Correctly match JVM version ranges

[wagoodman]

This builds on anchore/syft#3217 being able to correctly reason about pre and post JEP 223 versions (1.8.0 = 8.0.0). Specifically, when a package is detected to be a JVM package, and the vuln data indicates it's for a JVM package, then we'll correctly reason about JVM versions when making the comparison. For instance 1.8.0_372 == 8.0.372 based on the JEP223 spec and convention of the patch version in popular jdk releases. Today this nuance is not taken into consideration.

Additionally, this PR uses the CPE update field, which is commonly used in the vulnerability field for <= v1.8 JVMs -- without using this field we could never make the correct comparison.

Closes #1718

[westonsteimel]

Hmm, something here appears to cause matches for python and go binaries to get dropped. Any ideas why that may be? It may actually be the syft changes which are causing it

[westonsteimel]

Hmm, something here appears to cause matches for python and go binaries to get dropped. Any ideas why that may be? It may actually be the syft changes which are causing it

It's something on the grype matcher side.

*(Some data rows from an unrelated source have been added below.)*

/**
 * The displacement method once more, by another road, to hold the solver against: x right, z up, turns
 * anticlockwise; 6 x 6 member matrices turned by T'kT; a pinned end has a rotation of its own instead of
 * being condensed; fixed-end forces from handbook formulas; one dense matrix solved by ml-matrix.
 */
import { inverse, LuDecomposition, Matrix } from 'ml-matrix'
import type { FrameArrays, FrameLoads } from '../../solver/index.ts'

export interface DenseSystem {
  /** All movements: 3 a node, then one for each pinned end. */
  size: number
  whole: Matrix
  free: number[]
  held: number[]
  /** shape (6): place of each of a member's movements */
  places: number[][]
}

export interface DenseCase {
  /** shape (b), m, down */
  settlement?: ArrayLike<number>
  /** rad, clockwise */
  tilt?: number
  loads?: FrameLoads
}

/** The same keys and signs as one case of a FrameResponse. */
export interface DenseResult {
  momentFrom: number[]
  momentTo: number[]
  axial: number[]
  right: number[]
  down: number[]
  rotation: number[]
  reactionUp: number[]
  reactionRight: number[]
  reactionMoment: number[]
}

export function denseSystem(frame: FrameArrays): DenseSystem {
  const n = frame.x.length
  const places: number[][] = []
  let size = 3 * n
  for (let i = 0; i < frame.from.length; i++) {
    const [a, b] = [frame.from[i]!, frame.to[i]!]
    places.push([
      3 * a,
      3 * a + 1,
      frame.pinFrom[i] ? size++ : 3 * a + 2,
      3 * b,
      3 * b + 1,
      frame.pinTo[i] ? size++ : 3 * b + 2,
    ])
  }
  const whole = Matrix.zeros(size, size)
  for (let i = 0; i < frame.from.length; i++) {
    const T = turn(frame, i)
    const k = T.transpose().mmul(localStiffness(frame, i)).mmul(T)
    places[i]!.forEach((r, p) => places[i]!.forEach((c, q) => whole.set(r, c, whole.get(r, c) + k.get(p, q))))
  }
  const held: number[] = []
  frame.base.forEach((node, b) => {
    held.push(3 * node, 3 * node + 1)
    const spring = frame.baseSpring[b]!
    const place = 3 * node + 2
    if (spring === Infinity) held.push(place)
    else whole.set(place, place, whole.get(place, place) + spring)
  })
  const free: number[] = []
  for (let place = 0; place < size; place++) {
    if (held.includes(place)) continue
    free.push(place)
    // Nothing turns a rotation without stiffness; any number on the diagonal keeps it at rest.
    if (place % 3 === 2 && place < 3 * n && whole.get(place, place) === 0) whole.set(place, place, 1)
  }
  return { size, whole, free, held, places }
}

export function denseResponse(frame: FrameArrays, cases: DenseCase): DenseResult {
  const system = denseSystem(frame)
  const { size, whole, free, held, places } = system
  const m = frame.from.length
  const { settlement, tilt = 0, loads } = cases
  const moved = Matrix.zeros(size, 1)
  const mean = frame.base.reduce((sum, node) => sum + frame.z[node]!, 0) / frame.base.length
  const force = Matrix.zeros(size, 1)
  frame.base.forEach((node, b) => {
    moved.set(3 * node, 0, tilt * (frame.z[node]! - mean))
    moved.set(3 * node + 1, 0, -(settlement?.[b] ?? 0))
    const spring = frame.baseSpring[b]!
    if (spring === Infinity) moved.set(3 * node + 2, 0, -tilt)
    else force.set(3 * node + 2, 0, -tilt * spring)
  })
  const fixedEnd = Array.from({ length: m }, () => [0, 0, 0, 0, 0, 0])
  loads?.nodeDown.forEach((P, node) => force.set(3 * node + 1, 0, force.get(3 * node + 1, 0) - P))
  for (const load of loads?.onMembers ?? []) {
    const f = fixedEndForces(frame, load.member, load)
    f.forEach((v, p) => (fixedEnd[load.member]![p]! += v))
    const back = turn(frame, load.member).transpose().mmul(Matrix.columnVector(f))
    places[load.member]!.forEach((r, p) => force.set(r, 0, force.get(r, 0) - back.get(p, 0)))
  }
  if (free.length) {
    const stiffness = whole.subMatrixRow(free).subMatrixColumn(free)
    const known = held.length
      ? whole.subMatrixRow(free).subMatrixColumn(held).mmul(moved.subMatrixRow(held))
      : undefined
    const right = force.subMatrixRow(free)
    const solution = new LuDecomposition(stiffness).solve(known ? right.sub(known) : right)
    free.forEach((place, i) => moved.set(place, 0, solution.get(i, 0)))
  }

  const result: DenseResult = {
    momentFrom: [],
    momentTo: [],
    axial: [],
    right: [],
    down: [],
    rotation: [],
    reactionUp: [],
    reactionRight: [],
    reactionMoment: [],
  }
  for (let node = 0; node < frame.x.length; node++) {
    result.right.push(moved.get(3 * node, 0))
    result.down.push(-moved.get(3 * node + 1, 0))
    result.rotation.push(-moved.get(3 * node + 2, 0))
  }
  const held3 = Array.from({ length: frame.x.length }, () => [0, 0, 0])
  for (let i = 0; i < m; i++) {
    const own = Matrix.columnVector(places[i]!.map((place) => moved.get(place, 0)))
    const T = turn(frame, i)
    const f = localStiffness(frame, i).mmul(T).mmul(own).add(Matrix.columnVector(fixedEnd[i]!))
    result.axial.push(-f.get(0, 0))
    result.momentFrom.push(-f.get(2, 0))
    result.momentTo.push(-f.get(5, 0))
    const F = T.transpose().mmul(f)
    for (let p = 0; p < 3; p++) {
      held3[frame.from[i]!]![p]! += F.get(p, 0)
      held3[frame.to[i]!]![p]! += F.get(3 + p, 0)
    }
  }
  frame.base.forEach((node) => {
    result.reactionRight.push(held3[node]![0]!)
    result.reactionUp.push(held3[node]![1]! + (loads?.nodeDown[node] ?? 0))
    result.reactionMoment.push(-held3[node]![2]!)
  })
  return result
}

/** Rows and columns that move freely, and the right-hand sides of a unit settlement of each base. */
export function denseInfluenceProblem(frame: FrameArrays): { stiffness: Matrix; sides: Matrix } {
  const { whole, free } = denseSystem(frame)
  const stiffness = whole.subMatrixRow(free).subMatrixColumn(free)
  return {
    // Cholesky asks for symmetry to the last digit, which assembly by products does not keep.
    stiffness: Matrix.add(stiffness, stiffness.transpose()).mul(0.5),
    sides: whole.subMatrixRow(free).subMatrixColumn(Array.from(frame.base, (node) => 3 * node + 1)),
  }
}

function direction(frame: FrameArrays, i: number): { L: number; c: number; s: number } {
  const dx = frame.x[frame.to[i]!]! - frame.x[frame.from[i]!]!
  const dz = frame.z[frame.to[i]!]! - frame.z[frame.from[i]!]!
  const L = Math.sqrt(dx * dx + dz * dz)
  return { L, c: dx / L, s: dz / L }
}

function turn(frame: FrameArrays, i: number): Matrix {
  const { c, s } = direction(frame, i)
  return new Matrix([
    [c, s, 0, 0, 0, 0],
    [-s, c, 0, 0, 0, 0],
    [0, 0, 1, 0, 0, 0],
    [0, 0, 0, c, s, 0],
    [0, 0, 0, -s, c, 0],
    [0, 0, 0, 0, 0, 1],
  ])
}

/** By flexibility: the tip of a cantilever under axial force, shear and moment, inverted; then equilibrium. */
function localStiffness(frame: FrameArrays, i: number): Matrix {
  const { L } = direction(frame, i)
  const [EI, EA, GAs] = [frame.EI[i]!, frame.EA[i]!, frame.GAs[i]!]
  const tip = inverse(
    new Matrix([
      [L / EA, 0, 0],
      [0, L ** 3 / (3 * EI) + L / GAs, L ** 2 / (2 * EI)],
      [0, L ** 2 / (2 * EI), L / EI],
    ]),
  )
  const equilibrium = new Matrix([
    [-1, 0, 0],
    [0, -1, 0],
    [0, -L, -1],
    [1, 0, 0],
    [0, 1, 0],
    [0, 0, 1],
  ])
  return equilibrium.mmul(tip).mmul(equilibrium.transpose())
}

/** Forces of fixed ends on the member, in its own axes: along, across (to the left), anticlockwise. */
function fixedEndForces(frame: FrameArrays, i: number, load: FrameLoads['onMembers'][number]): number[] {
  const { L, c, s } = direction(frame, i)
  if (load.kind === 'uniform') {
    const along = (load.w * s * L) / 2
    const across = (load.w * c * L) / 2
    const moment = (load.w * c * L * L) / 12
    return [along, across, moment, along, across, -moment]
  }
  const { P, a } = load
  const b = L - a
  const phi = (12 * frame.EI[i]!) / (frame.GAs[i]! * L * L)
  const from = (((P * c * a * b) / L ** 2) * (b + (phi * L) / 2)) / (1 + phi)
  const to = (((-P * c * a * b) / L ** 2) * (a + (phi * L) / 2)) / (1 + phi)
  const acrossTo = (P * c * a - from - to) / L
  return [(P * s * b) / L, P * c - acrossTo, from, (P * s * a) / L, acrossTo, to]
}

I tried with an old syft sbom and it still drops the python binary vuln matches

[wagoodman]

Yeah, I was trying to figure out last night why this was happening -- I figured it out this morning: we stop at the first matcher that claims it can find a match for a package. The JVM matcher was making this claim for all binary type packages, which means it would stop the correct (stock) matcher from being used in other cases (like golang and python).

I added the JVM matcher to make certain we're always searching by CPE, however, in this case it's only a version comparison change and the stock matcher already searches by CPE by default. I'll remove the JVM matcher for now and let the stock matcher to continue to raise these matches up.